Stored data entries:
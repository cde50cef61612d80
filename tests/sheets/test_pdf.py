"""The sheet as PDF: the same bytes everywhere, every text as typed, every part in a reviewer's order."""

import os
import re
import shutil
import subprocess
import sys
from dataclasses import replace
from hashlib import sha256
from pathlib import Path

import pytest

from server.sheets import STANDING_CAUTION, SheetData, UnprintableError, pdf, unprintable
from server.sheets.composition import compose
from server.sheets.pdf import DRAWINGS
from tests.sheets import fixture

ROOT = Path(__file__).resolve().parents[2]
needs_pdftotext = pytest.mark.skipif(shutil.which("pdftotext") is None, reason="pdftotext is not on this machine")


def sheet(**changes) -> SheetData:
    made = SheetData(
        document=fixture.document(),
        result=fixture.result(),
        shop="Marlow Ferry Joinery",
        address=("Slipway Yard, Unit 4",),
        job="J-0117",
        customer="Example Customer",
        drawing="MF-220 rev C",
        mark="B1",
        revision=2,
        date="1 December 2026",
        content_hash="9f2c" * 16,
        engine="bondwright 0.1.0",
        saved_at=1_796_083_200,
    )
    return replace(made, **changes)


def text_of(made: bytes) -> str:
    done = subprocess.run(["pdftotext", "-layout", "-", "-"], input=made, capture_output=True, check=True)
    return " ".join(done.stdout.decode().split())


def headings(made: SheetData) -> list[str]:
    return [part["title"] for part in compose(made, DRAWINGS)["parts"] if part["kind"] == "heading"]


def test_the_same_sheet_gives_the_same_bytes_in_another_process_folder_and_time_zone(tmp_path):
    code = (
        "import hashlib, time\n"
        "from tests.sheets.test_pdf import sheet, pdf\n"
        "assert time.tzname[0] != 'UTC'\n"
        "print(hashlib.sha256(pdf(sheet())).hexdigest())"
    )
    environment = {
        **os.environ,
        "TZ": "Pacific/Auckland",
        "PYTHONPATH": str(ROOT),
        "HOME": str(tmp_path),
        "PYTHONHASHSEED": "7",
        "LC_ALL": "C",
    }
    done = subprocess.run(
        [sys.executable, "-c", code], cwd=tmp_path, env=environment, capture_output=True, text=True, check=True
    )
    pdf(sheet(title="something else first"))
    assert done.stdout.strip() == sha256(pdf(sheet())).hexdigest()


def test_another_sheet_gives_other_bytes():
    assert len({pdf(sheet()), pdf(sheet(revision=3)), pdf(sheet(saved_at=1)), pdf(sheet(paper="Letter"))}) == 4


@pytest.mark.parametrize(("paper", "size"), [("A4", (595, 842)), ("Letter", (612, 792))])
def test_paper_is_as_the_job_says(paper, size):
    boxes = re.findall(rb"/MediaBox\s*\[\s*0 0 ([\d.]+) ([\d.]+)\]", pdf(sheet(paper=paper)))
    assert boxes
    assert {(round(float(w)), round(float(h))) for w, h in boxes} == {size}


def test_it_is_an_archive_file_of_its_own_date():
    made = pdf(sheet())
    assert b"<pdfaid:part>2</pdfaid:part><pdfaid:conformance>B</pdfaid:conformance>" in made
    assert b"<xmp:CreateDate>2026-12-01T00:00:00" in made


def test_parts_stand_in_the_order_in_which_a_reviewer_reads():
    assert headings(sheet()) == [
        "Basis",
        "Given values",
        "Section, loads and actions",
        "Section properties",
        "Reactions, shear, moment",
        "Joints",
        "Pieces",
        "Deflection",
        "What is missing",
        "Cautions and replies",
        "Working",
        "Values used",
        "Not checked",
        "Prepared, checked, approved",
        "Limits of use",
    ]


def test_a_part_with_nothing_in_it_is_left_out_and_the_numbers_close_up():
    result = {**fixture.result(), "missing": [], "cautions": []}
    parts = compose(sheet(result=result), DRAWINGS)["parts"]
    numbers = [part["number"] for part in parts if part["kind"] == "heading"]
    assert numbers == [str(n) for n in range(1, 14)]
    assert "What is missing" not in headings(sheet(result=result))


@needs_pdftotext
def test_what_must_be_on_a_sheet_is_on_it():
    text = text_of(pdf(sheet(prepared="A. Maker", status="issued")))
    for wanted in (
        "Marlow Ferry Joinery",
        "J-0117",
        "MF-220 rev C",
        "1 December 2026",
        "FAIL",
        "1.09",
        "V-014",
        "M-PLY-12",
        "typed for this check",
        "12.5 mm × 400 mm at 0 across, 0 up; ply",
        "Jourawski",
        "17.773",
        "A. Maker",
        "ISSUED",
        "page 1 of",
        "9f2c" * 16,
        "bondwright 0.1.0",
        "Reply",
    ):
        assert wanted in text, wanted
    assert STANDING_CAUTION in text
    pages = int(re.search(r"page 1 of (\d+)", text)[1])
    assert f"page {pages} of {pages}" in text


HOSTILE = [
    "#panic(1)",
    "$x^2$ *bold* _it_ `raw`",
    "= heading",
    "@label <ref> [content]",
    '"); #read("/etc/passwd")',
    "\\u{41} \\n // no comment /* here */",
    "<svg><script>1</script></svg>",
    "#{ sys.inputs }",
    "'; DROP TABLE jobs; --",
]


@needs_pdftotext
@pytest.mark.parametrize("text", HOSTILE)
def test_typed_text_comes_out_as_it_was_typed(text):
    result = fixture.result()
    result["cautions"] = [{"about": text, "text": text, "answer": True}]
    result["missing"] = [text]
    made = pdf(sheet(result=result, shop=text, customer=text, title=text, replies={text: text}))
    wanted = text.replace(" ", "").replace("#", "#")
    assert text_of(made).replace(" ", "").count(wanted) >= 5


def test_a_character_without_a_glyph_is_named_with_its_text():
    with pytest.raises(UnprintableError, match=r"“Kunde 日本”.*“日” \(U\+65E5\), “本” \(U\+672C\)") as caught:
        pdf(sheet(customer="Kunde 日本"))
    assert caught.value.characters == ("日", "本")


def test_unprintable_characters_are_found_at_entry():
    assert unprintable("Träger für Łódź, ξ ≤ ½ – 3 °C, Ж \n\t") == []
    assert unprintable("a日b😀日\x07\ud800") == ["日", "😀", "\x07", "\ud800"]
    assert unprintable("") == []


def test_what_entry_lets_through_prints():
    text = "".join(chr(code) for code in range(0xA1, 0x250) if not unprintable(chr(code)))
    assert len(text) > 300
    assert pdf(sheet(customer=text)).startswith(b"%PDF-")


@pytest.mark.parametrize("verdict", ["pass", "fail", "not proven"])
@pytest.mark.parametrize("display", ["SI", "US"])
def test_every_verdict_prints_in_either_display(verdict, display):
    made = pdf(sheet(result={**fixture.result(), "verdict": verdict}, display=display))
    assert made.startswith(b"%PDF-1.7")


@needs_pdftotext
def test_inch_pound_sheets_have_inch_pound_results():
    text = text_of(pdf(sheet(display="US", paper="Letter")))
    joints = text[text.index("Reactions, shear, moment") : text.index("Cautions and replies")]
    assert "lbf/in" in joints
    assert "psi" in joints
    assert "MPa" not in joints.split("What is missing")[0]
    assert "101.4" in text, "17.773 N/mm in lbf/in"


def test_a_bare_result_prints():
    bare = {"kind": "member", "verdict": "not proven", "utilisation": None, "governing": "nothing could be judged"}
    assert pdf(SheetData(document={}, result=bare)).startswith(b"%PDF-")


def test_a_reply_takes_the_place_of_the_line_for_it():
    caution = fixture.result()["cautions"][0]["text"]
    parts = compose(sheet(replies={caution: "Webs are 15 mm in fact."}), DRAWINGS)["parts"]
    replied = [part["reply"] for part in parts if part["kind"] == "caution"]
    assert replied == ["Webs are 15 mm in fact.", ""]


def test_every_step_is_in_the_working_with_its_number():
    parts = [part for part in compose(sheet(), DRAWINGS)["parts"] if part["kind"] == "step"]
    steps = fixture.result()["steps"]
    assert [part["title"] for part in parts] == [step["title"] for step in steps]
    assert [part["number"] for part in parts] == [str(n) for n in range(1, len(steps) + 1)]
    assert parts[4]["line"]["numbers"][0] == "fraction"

GOAL OF THE EXERCISE —
Every entry, written out exactly, is what the response should contain.

YOUR SOLUTION —
repository cde50cef61612d80
filename tests/sheets/test_pdf.py
"""The sheet as PDF: the same bytes everywhere, every text as typed, every part in a reviewer's order."""

import os
import re
import shutil
import subprocess
import sys
from dataclasses import replace
from hashlib import sha256
from pathlib import Path

import pytest

from server.sheets import STANDING_CAUTION, SheetData, UnprintableError, pdf, unprintable
from server.sheets.composition import compose
from server.sheets.pdf import DRAWINGS
from tests.sheets import fixture

ROOT = Path(__file__).resolve().parents[2]
needs_pdftotext = pytest.mark.skipif(shutil.which("pdftotext") is None, reason="pdftotext is not on this machine")


def sheet(**changes) -> SheetData:
    made = SheetData(
        document=fixture.document(),
        result=fixture.result(),
        shop="Marlow Ferry Joinery",
        address=("Slipway Yard, Unit 4",),
        job="J-0117",
        customer="Example Customer",
        drawing="MF-220 rev C",
        mark="B1",
        revision=2,
        date="1 December 2026",
        content_hash="9f2c" * 16,
        engine="bondwright 0.1.0",
        saved_at=1_796_083_200,
    )
    return replace(made, **changes)


def text_of(made: bytes) -> str:
    done = subprocess.run(["pdftotext", "-layout", "-", "-"], input=made, capture_output=True, check=True)
    return " ".join(done.stdout.decode().split())


def headings(made: SheetData) -> list[str]:
    return [part["title"] for part in compose(made, DRAWINGS)["parts"] if part["kind"] == "heading"]


def test_the_same_sheet_gives_the_same_bytes_in_another_process_folder_and_time_zone(tmp_path):
    code = (
        "import hashlib, time\n"
        "from tests.sheets.test_pdf import sheet, pdf\n"
        "assert time.tzname[0] != 'UTC'\n"
        "print(hashlib.sha256(pdf(sheet())).hexdigest())"
    )
    environment = {
        **os.environ,
        "TZ": "Pacific/Auckland",
        "PYTHONPATH": str(ROOT),
        "HOME": str(tmp_path),
        "PYTHONHASHSEED": "7",
        "LC_ALL": "C",
    }
    done = subprocess.run(
        [sys.executable, "-c", code], cwd=tmp_path, env=environment, capture_output=True, text=True, check=True
    )
    pdf(sheet(title="something else first"))
    assert done.stdout.strip() == sha256(pdf(sheet())).hexdigest()


def test_another_sheet_gives_other_bytes():
    assert len({pdf(sheet()), pdf(sheet(revision=3)), pdf(sheet(saved_at=1)), pdf(sheet(paper="Letter"))}) == 4


@pytest.mark.parametrize(("paper", "size"), [("A4", (595, 842)), ("Letter", (612, 792))])
def test_paper_is_as_the_job_says(paper, size):
    boxes = re.findall(rb"/MediaBox\s*\[\s*0 0 ([\d.]+) ([\d.]+)\]", pdf(sheet(paper=paper)))
    assert boxes
    assert {(round(float(w)), round(float(h))) for w, h in boxes} == {size}


def test_it_is_an_archive_file_of_its_own_date():
    made = pdf(sheet())
    assert b"<pdfaid:part>2</pdfaid:part><pdfaid:conformance>B</pdfaid:conformance>" in made
    assert b"<xmp:CreateDate>2026-12-01T00:00:00" in made


def test_parts_stand_in_the_order_in_which_a_reviewer_reads():
    assert headings(sheet()) == [
        "Basis",
        "Given values",
        "Section, loads and actions",
        "Section properties",
        "Reactions, shear, moment",
        "Joints",
        "Pieces",
        "Deflection",
        "What is missing",
        "Cautions and replies",
        "Working",
        "Values used",
        "Not checked",
        "Prepared, checked, approved",
        "Limits of use",
    ]


def test_a_part_with_nothing_in_it_is_left_out_and_the_numbers_close_up():
    result = {**fixture.result(), "missing": [], "cautions": []}
    parts = compose(sheet(result=result), DRAWINGS)["parts"]
    numbers = [part["number"] for part in parts if part["kind"] == "heading"]
    assert numbers == [str(n) for n in range(1, 14)]
    assert "What is missing" not in headings(sheet(result=result))


@needs_pdftotext
def test_what_must_be_on_a_sheet_is_on_it():
    text = text_of(pdf(sheet(prepared="A. Maker", status="issued")))
    for wanted in (
        "Marlow Ferry Joinery",
        "J-0117",
        "MF-220 rev C",
        "1 December 2026",
        "FAIL",
        "1.09",
        "V-014",
        "M-PLY-12",
        "typed for this check",
        "12.5 mm × 400 mm at 0 across, 0 up; ply",
        "Jourawski",
        "17.773",
        "A. Maker",
        "ISSUED",
        "page 1 of",
        "9f2c" * 16,
        "bondwright 0.1.0",
        "Reply",
    ):
        assert wanted in text, wanted
    assert STANDING_CAUTION in text
    pages = int(re.search(r"page 1 of (\d+)", text)[1])
    assert f"page {pages} of {pages}" in text


HOSTILE = [
    "#panic(1)",
    "$x^2$ *bold* _it_ `raw`",
    "= heading",
    "@label <ref> [content]",
    '"); #read("/etc/passwd")',
    "\\u{41} \\n // no comment /* here */",
    "<svg><script>1</script></svg>",
    "#{ sys.inputs }",
    "'; DROP TABLE jobs; --",
]


@needs_pdftotext
@pytest.mark.parametrize("text", HOSTILE)
def test_typed_text_comes_out_as_it_was_typed(text):
    result = fixture.result()
    result["cautions"] = [{"about": text, "text": text, "answer": True}]
    result["missing"] = [text]
    made = pdf(sheet(result=result, shop=text, customer=text, title=text, replies={text: text}))
    wanted = text.replace(" ", "").replace("#", "#")
    assert text_of(made).replace(" ", "").count(wanted) >= 5


def test_a_character_without_a_glyph_is_named_with_its_text():
    with pytest.raises(UnprintableError, match=r"“Kunde 日本”.*“日” \(U\+65E5\), “本” \(U\+672C\)") as caught:
        pdf(sheet(customer="Kunde 日本"))
    assert caught.value.characters == ("日", "本")


def test_unprintable_characters_are_found_at_entry():
    assert unprintable("Träger für Łódź, ξ ≤ ½ – 3 °C, Ж \n\t") == []
    assert unprintable("a日b😀日\x07\ud800") == ["日", "😀", "\x07", "\ud800"]
    assert unprintable("") == []


def test_what_entry_lets_through_prints():
    text = "".join(chr(code) for code in range(0xA1, 0x250) if not unprintable(chr(code)))
    assert len(text) > 300
    assert pdf(sheet(customer=text)).startswith(b"%PDF-")


@pytest.mark.parametrize("verdict", ["pass", "fail", "not proven"])
@pytest.mark.parametrize("display", ["SI", "US"])
def test_every_verdict_prints_in_either_display(verdict, display):
    made = pdf(sheet(result={**fixture.result(), "verdict": verdict}, display=display))
    assert made.startswith(b"%PDF-1.7")


@needs_pdftotext
def test_inch_pound_sheets_have_inch_pound_results():
    text = text_of(pdf(sheet(display="US", paper="Letter")))
    joints = text[text.index("Reactions, shear, moment") : text.index("Cautions and replies")]
    assert "lbf/in" in joints
    assert "psi" in joints
    assert "MPa" not in joints.split("What is missing")[0]
    assert "101.4" in text, "17.773 N/mm in lbf/in"


def test_a_bare_result_prints():
    bare = {"kind": "member", "verdict": "not proven", "utilisation": None, "governing": "nothing could be judged"}
    assert pdf(SheetData(document={}, result=bare)).startswith(b"%PDF-")


def test_a_reply_takes_the_place_of_the_line_for_it():
    caution = fixture.result()["cautions"][0]["text"]
    parts = compose(sheet(replies={caution: "Webs are 15 mm in fact."}), DRAWINGS)["parts"]
    replied = [part["reply"] for part in parts if part["kind"] == "caution"]
    assert replied == ["Webs are 15 mm in fact.", ""]


def test_every_step_is_in_the_working_with_its_number():
    parts = [part for part in compose(sheet(), DRAWINGS)["parts"] if part["kind"] == "step"]
    steps = fixture.result()["steps"]
    assert [part["title"] for part in parts] == [step["title"] for step in steps]
    assert [part["number"] for part in parts] == [str(n) for n in range(1, len(steps) + 1)]
    assert parts[4]["line"]["numbers"][0] == "fraction"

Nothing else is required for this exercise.